Work required: Return exactly the lines below, starting with the one that has "const [saved, setSaved] = useState(false);" and going on through the one that has "const total = readRows.reduce((sum, r)".

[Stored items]
beforeAll(async () => {
  t = await buildTestApp();
  // The full scale: with fewer companies the largest holds most of every table, and a scan of it is the right plan.
  await seedScale({ ownerUrl: t.db.ownerUrl, companies: 200, largest: { venues: 800, games: 3000, years: 3 } });
  const [top] = (
    await t.db.owner.execute<{ tenant_id: string }>(sql`select tenant_id from games group by tenant_id order by count(*) desc limit 1`)
  ).rows;
  const people = (
    await t.db.owner.execute<{ id: string; email: string; role: string }>(
      sql`select distinct on (m.role) u.id, u.email, m.role from memberships m join users u on u.id = m.user_id
          where m.tenant_id = ${top!.tenant_id} and m.role in ('owner', 'dispatcher', 'technician') order by m.role, u.email`,
    )
  ).rows;
  largest = { tenantId: top!.tenant_id, people: Object.fromEntries(people.map((p) => [p.role, { id: p.id, email: p.email }])) as never };
  const hash = await hashPassword(TEST_PASSWORD);
  for (const p of people) {
    await t.db.owner.execute(
      sql`update users set password_hash = ${hash}, email_verified_at = coalesce(email_verified_at, now()) where id = ${p.id}`,
    );
  }
  for (const role of ['owner', 'dispatcher', 'technician'] as const) agents[role] = await signedInAgent(t, largest.people[role].email);
  const [row] = (
    await t.db.owner.execute<{ call_id: string; game_id: string; venue_id: string }>(
      sql`select id as call_id, game_id, venue_id from service_calls where tenant_id = ${largest.tenantId} and venue_id is not null
          order by opened_at desc limit 1`,
    )
  ).rows;
  sample = { callId: row!.call_id, gameId: row!.game_id, venueId: row!.venue_id };
  const one = async <T>(query: ReturnType<typeof sql>) => (await t.db.owner.execute(query)).rows[0] as T;
  const board = await one<{ id: string; model_id: string; parts: number }>(
    sql`select b.id, b.model_id, count(*)::int as parts from model_boards b
        join board_parts p on p.tenant_id = b.tenant_id and p.board_id = b.id and p.removed_at is null
        where b.tenant_id = ${largest.tenantId} group by b.id, b.model_id order by parts desc, b.id limit 1`,
  );
  expect(board.parts).toBe(400);
  const instance = await one<{ id: string; game_id: string }>(
    sql`select i.id, i.game_id from board_instances i where i.tenant_id = ${largest.tenantId} and i.game_id is not null
        order by (select count(*) from part_readings r where r.tenant_id = i.tenant_id and r.board_instance_id = i.id) desc, i.id limit 1`,
  );
  const job = await one<{ id: string }>(
    sql`select bench_job_id as id from part_readings where tenant_id = ${largest.tenantId} and bench_job_id is not null
        group by bench_job_id order by count(*) desc, bench_job_id limit 1`,
  );
  const openJob = await one<{ id: string }>(
    sql`select id from bench_jobs where tenant_id = ${largest.tenantId} and state = 'in_progress' order by opened_at desc limit 1`,
  );
  const template = await one<{ id: string }>(
    sql`select id from bench_templates where tenant_id = ${largest.tenantId} order by name, id limit 1`,
  );
  // Stock at the largest company: the part that moved most, the shop's shelves, the test technician's van, and a
  // work order with parts used.
  const movedMost = await one<{ id: string } | undefined>(
    sql`select catalogue_part_id as id from stock_movements where tenant_id = ${largest.tenantId}
        group by catalogue_part_id order by count(*) desc, catalogue_part_id limit 1`,
  );
  const warehouse = await one<{ id: string } | undefined>(
    sql`select id from stock_locations where tenant_id = ${largest.tenantId} and kind = 'warehouse' order by name, id limit 1`,
  );
  const van = await one<{ id: string } | undefined>(
    sql`select id from stock_locations where tenant_id = ${largest.tenantId} and technician_id = ${largest.people.technician.id}`,
  );
  const usedOn = await one<{ id: string } | undefined>(
    sql`select work_order_id as id from parts_used where tenant_id = ${largest.tenantId} and work_order_id is not null
        order by used_at desc limit 1`,
  );
  // Without the scale seed's stock, the stock reads below fail on their own (their ids are not found); the rest run.
  stock =
    movedMost && warehouse && usedOn
      ? { partId: movedMost.id, warehouseId: warehouse.id, vanId: van?.id ?? warehouse.id, workOrderId: usedOn.id }
      : undefined;
  // The largest company's care plan covering the most games.
  const plan = await one<{ id: string }>(
    sql`select p.id from care_plans p join games g on g.tenant_id = p.tenant_id and g.model_id = p.model_id
        where p.tenant_id = ${largest.tenantId} and p.retired_at is null group by p.id order by count(*) desc, p.id limit 1`,
  );
  carePlanId = plan.id;
  bench = {
    modelId: board.model_id,
    boardId: board.id,
    instanceId: instance.id,
    gameId: instance.game_id,
    jobId: job.id,
    openJobId: openJob.id,
    templateId: template.id,
  };
  // Company tables bigger than a few pages: one of a few pages (a handful of invitations across every
  // company) is read faster whole than through an index, and the planner rightly does so.
  companyTables = new Set(
    (
      await t.db.owner.execute<{ table_name: string }>(
        sql`select c.relname as table_name from pg_class c
            where c.relkind = 'r' and c.relnamespace = 'public'::regnamespace and c.relpages > ${FEW_PAGES}
              and exists (select 1 from pg_attribute a where a.attrelid = c.oid and a.attname = 'tenant_id' and not a.attisdropped)`,
      )
    ).rows.map((r) => r.table_name),
  );
  expect([...companyTables]).toEqual(
    expect.arrayContaining([
      ...['service_calls', 'call_events', 'call_photos', 'games', 'venues', 'outbox'],
      ...['model_boards', 'board_parts', 'board_instances', 'cabinet_profiles', 'part_readings'],
      ...['bench_templates', 'bench_jobs', 'bench_job_parts_used', 'bench_job_photos'],
    ]),
  );

  statements = recordStatements();
}, 600_000);

afterAll(async () => {
  statements?.stop();
  await t?.close();
});
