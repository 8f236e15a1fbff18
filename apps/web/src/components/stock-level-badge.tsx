// Whether a part's stock is low: a word and an icon beside the colour, never colour alone.
import { CircleCheck, CircleMinus, PackageX, TriangleAlert } from 'lucide-react';

export type StockState = 'low' | 'empty' | 'ok' | 'unwatched';

/** Empty: nothing there; low: at or below the reorder point; ok: above it; unwatched: no reorder point here. */
export function stockState(quantity: number, reorderPoint: number | null): StockState {
  if (quantity <= 0) return 'empty';
  if (reorderPoint === null) return 'unwatched';
  return quantity <= reorderPoint ? 'low' : 'ok';
}

const styles: Record<StockState, { label: string; className: string; Icon: typeof CircleCheck }> = {
  empty: { label: 'None left', className: 'bg-down-tint text-down', Icon: PackageX },
  low: { label: 'Low — reorder', className: 'bg-attention-tint text-attention', Icon: TriangleAlert },
  ok: { label: 'In stock', className: 'bg-running-tint text-running', Icon: CircleCheck },
  unwatched: { label: 'No reorder point', className: 'bg-paper-dim text-ink-soft', Icon: CircleMinus },
};

export function StockLevelBadge({ quantity, reorderPoint }: { quantity: number; reorderPoint: number | null }) {
  const { label, className, Icon } = styles[stockState(quantity, reorderPoint)];
  return (
    <span className={`inline-flex items-center gap-1 rounded-full px-2.5 py-0.5 text-sm font-semibold whitespace-nowrap ${className}`}>
      <Icon aria-hidden className="size-4" />
      {label}
    </span>
  );
}
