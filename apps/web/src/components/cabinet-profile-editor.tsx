// How warm a game's cabinet runs through the day, typed the way people say it ("4 h", "45 °C"): the recap dates of
// the boards in it follow from it. Without a profile the API's assumed day is used, and this says so.
import { useState } from 'react';
import { Plus, Thermometer, Trash2 } from 'lucide-react';
import type { CabinetProfile } from '@bumperline/contracts/boards';
import { useCabinetProfile, useSaveCabinetProfile } from '../api/boards.ts';
import { useCan } from '../api/use-can.ts';
import { ApiError } from '../lib/api-client.ts';
import { formatHours, formatTemperature, readHours, readTemperature } from '../lib/cabinet-entry.ts';
import { inputClass } from './field.tsx';
import { ErrorState, Loading } from './states.tsx';

interface Row {
  /** Stable across removals, so React keeps each row's input where it is. */
  key: number;
  hours: string;
  temperature: string;
}

type RowErrors = Record<number, { hours?: string; temperature?: string }>;

const describeSlices = (p: CabinetProfile) =>
  p.slices.map((s) => `${formatHours(s.hours)} at ${formatTemperature(s.temperatureC)}`).join(', then ');

export function CabinetProfileEditor({ gameId }: { gameId: string }) {
  const profile = useCabinetProfile(gameId);
  const canWrite = useCan('boards:write');
  return (
    <section aria-labelledby={`cabinet-${gameId}`} className="rounded-md border border-paper-line bg-paper-dim p-3">
      <h3 id={`cabinet-${gameId}`} className="mb-2 flex items-center gap-2 font-bold">
        <Thermometer aria-hidden className="size-5" /> Cabinet temperature through the day
      </h3>
      {profile.isLoading ? (
        <Loading />
      ) : profile.error || !profile.data ? (
        <ErrorState error={profile.error} onRetry={() => profile.refetch()} />
      ) : (
        <>
          {profile.data.isDefault ? (
            <p className="mb-3 rounded-md bg-brass-light p-2 text-sm">
              Not profiled yet: recap dates use our assumed day — {describeSlices(profile.data)} ({formatHours(profile.data.hoursPerDay)}{' '}
              powered).
              {canWrite && ' Enter this cabinet’s own day to replace it.'}
            </p>
          ) : (
            <p className="mb-3 text-sm text-ink-soft">
              Powered {formatHours(profile.data.hoursPerDay)} a day: {describeSlices(profile.data)}.
            </p>
          )}
          {canWrite && <ProfileForm key={gameId} gameId={gameId} profile={profile.data} />}
        </>
      )}
    </section>
  );
}

function ProfileForm({ gameId, profile }: { gameId: string; profile: CabinetProfile }) {
  const save = useSaveCabinetProfile(gameId);
  const [nextKey, setNextKey] = useState(profile.slices.length);
  const [rows, setRows] = useState<Row[]>(() =>
    profile.slices.map((s, i) => ({ key: i, hours: formatHours(s.hours), temperature: formatTemperature(s.temperatureC) })),
  );
  const [rowErrors, setRowErrors] = useState<RowErrors>({});
  const [formError, setFormError] = useState<string | null>(null);
  const [saved, setSaved] = useState(false);

  const readRows = rows.map((r) => ({ hours: readHours(r.hours), temperature: readTemperature(r.temperature) }));
  const total = readRows.reduce((sum, r) => sum + (r.hours.ok ? r.hours.value : 0), 0);

  function update(key: number, change: Partial<Row>) {
    setSaved(false);
    setRows((prev) => prev.map((r) => (r.key === key ? { ...r, ...change } : r)));
  }

  function submit() {
    setSaved(false);
    setFormError(null);
    const errors: RowErrors = {};
    readRows.forEach((r, i) => {
      if (!r.hours.ok) errors[i] = { ...errors[i], hours: r.hours.message };
      if (!r.temperature.ok) errors[i] = { ...errors[i], temperature: r.temperature.message };
    });
    setRowErrors(errors);
    if (rows.length === 0) return setFormError('Add at least one stretch of hours powered.');
    if (Object.keys(errors).length > 0) return;
    if (total > 24) return setFormError(`These add up to ${formatHours(total)} powered a day: a day has 24 hours.`);
    const slices = readRows.map((r) => ({
      hours: r.hours.ok ? r.hours.value : 0,
      temperatureC: r.temperature.ok ? r.temperature.value : 0,
    }));
    save.mutate(
      { slices },
      {
        onSuccess: () => setSaved(true),
        onError: (err) => {
          if (!(err instanceof ApiError)) return setFormError('Could not save the profile.');
          const fromServer: RowErrors = {};
          let general: string | null = null;
          for (const [field, message] of Object.entries(err.fieldErrors())) {
            const m = /^slices\.(\d+)\.(hours|temperatureC)$/.exec(field);
            if (m) fromServer[Number(m[1])] = { ...fromServer[Number(m[1])], [m[2] === 'hours' ? 'hours' : 'temperature']: message };
            else general = `${general ? `${general} ` : ''}${field === 'slices' ? 'The hours' : field} ${message}.`;
          }
          setRowErrors(fromServer);
          setFormError(general ?? (Object.keys(fromServer).length ? null : err.message));
        },
      },
    );
  }

  return (
    <form
      noValidate
      onSubmit={(e) => {
        e.preventDefault();
        submit();
      }}
    >
      <ol className="grid gap-2">
        {rows.map((row, i) => {
          const errors = rowErrors[i] ?? {};
          const hoursId = `cab-${gameId}-${row.key}-h`;
          const tempId = `cab-${gameId}-${row.key}-t`;
          return (
            <li key={row.key} className="grid grid-cols-[1fr_1fr_auto] items-start gap-2">
              <div className="grid gap-1">
                <label htmlFor={hoursId} className="text-sm font-semibold">
                  <span className="sr-only">Stretch {i + 1}: </span>Hours powered
                </label>
                <input
                  id={hoursId}
                  className={inputClass}
                  inputMode="decimal"
                  autoComplete="off"
                  placeholder="4 h"
                  value={row.hours}
                  aria-invalid={!!errors.hours}
                  aria-describedby={errors.hours ? `${hoursId}-error` : undefined}
                  onChange={(e) => update(row.key, { hours: e.target.value })}
                />
                {errors.hours && (
                  <p id={`${hoursId}-error`} className="text-sm font-semibold text-down">
                    {errors.hours}
                  </p>
                )}
              </div>
              <div className="grid gap-1">
                <label htmlFor={tempId} className="text-sm font-semibold">
                  <span className="sr-only">Stretch {i + 1}: </span>At
                </label>
                <input
                  id={tempId}
                  className={inputClass}
                  inputMode="decimal"
                  autoComplete="off"
                  placeholder="45 °C"
                  value={row.temperature}
                  aria-invalid={!!errors.temperature}
                  aria-describedby={errors.temperature ? `${tempId}-error` : undefined}
                  onChange={(e) => update(row.key, { temperature: e.target.value })}
                />
                {errors.temperature && (
                  <p id={`${tempId}-error`} className="text-sm font-semibold text-down">
                    {errors.temperature}
                  </p>
                )}
              </div>
              <button
                type="button"
                className="mt-7 inline-flex min-h-11 min-w-11 items-center justify-center rounded-md border border-paper-line bg-white text-ink-soft hover:text-down"
                aria-label={`Remove stretch ${i + 1}`}
                onClick={() => {
                  setSaved(false);
                  setRowErrors({});
                  setRows((prev) => prev.filter((r) => r.key !== row.key));
                }}
              >
                <Trash2 aria-hidden className="size-4" />
              </button>
            </li>
          );
        })}
      </ol>
      {/* The day's total only once every line reads: a half-typed line would make it wrong. */}
      {readRows.length > 0 && readRows.every((r) => r.hours.ok) && (
        <p className="mt-2 text-sm text-ink-soft" aria-live="polite">
          Powered {formatHours(total)} a day
          {total > 24 && <strong className="text-down"> — more than a day has</strong>}
        </p>
      )}
      {formError && (
        <p role="alert" className="mt-2 text-sm font-semibold text-down">
          {formError}
        </p>
      )}
      <div className="mt-3 flex flex-wrap gap-2">
        <button
          type="button"
          className="btn-secondary"
          disabled={rows.length >= 24}
          onClick={() => {
            setRows((prev) => [...prev, { key: nextKey, hours: '', temperature: '' }]);
            setNextKey((k) => k + 1);
          }}
        >
          <Plus aria-hidden className="size-4" /> Add a stretch
        </button>
        <button type="submit" className="btn-primary" disabled={save.isPending}>
          Save profile
        </button>
      </div>
      {saved && (
        <p role="status" className="mt-2 text-sm font-semibold text-running">
          Saved: recap dates now follow this cabinet’s day.
        </p>
      )}
    </form>
  );
}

Response to the exercise:
  const [saved, setSaved] = useState(false);

  const readRows = rows.map((r) => ({ hours: readHours(r.hours), temperature: readTemperature(r.temperature) }));
  const total = readRows.reduce((sum, r) => sum + (r.hours.ok ? r.hours.value : 0), 0);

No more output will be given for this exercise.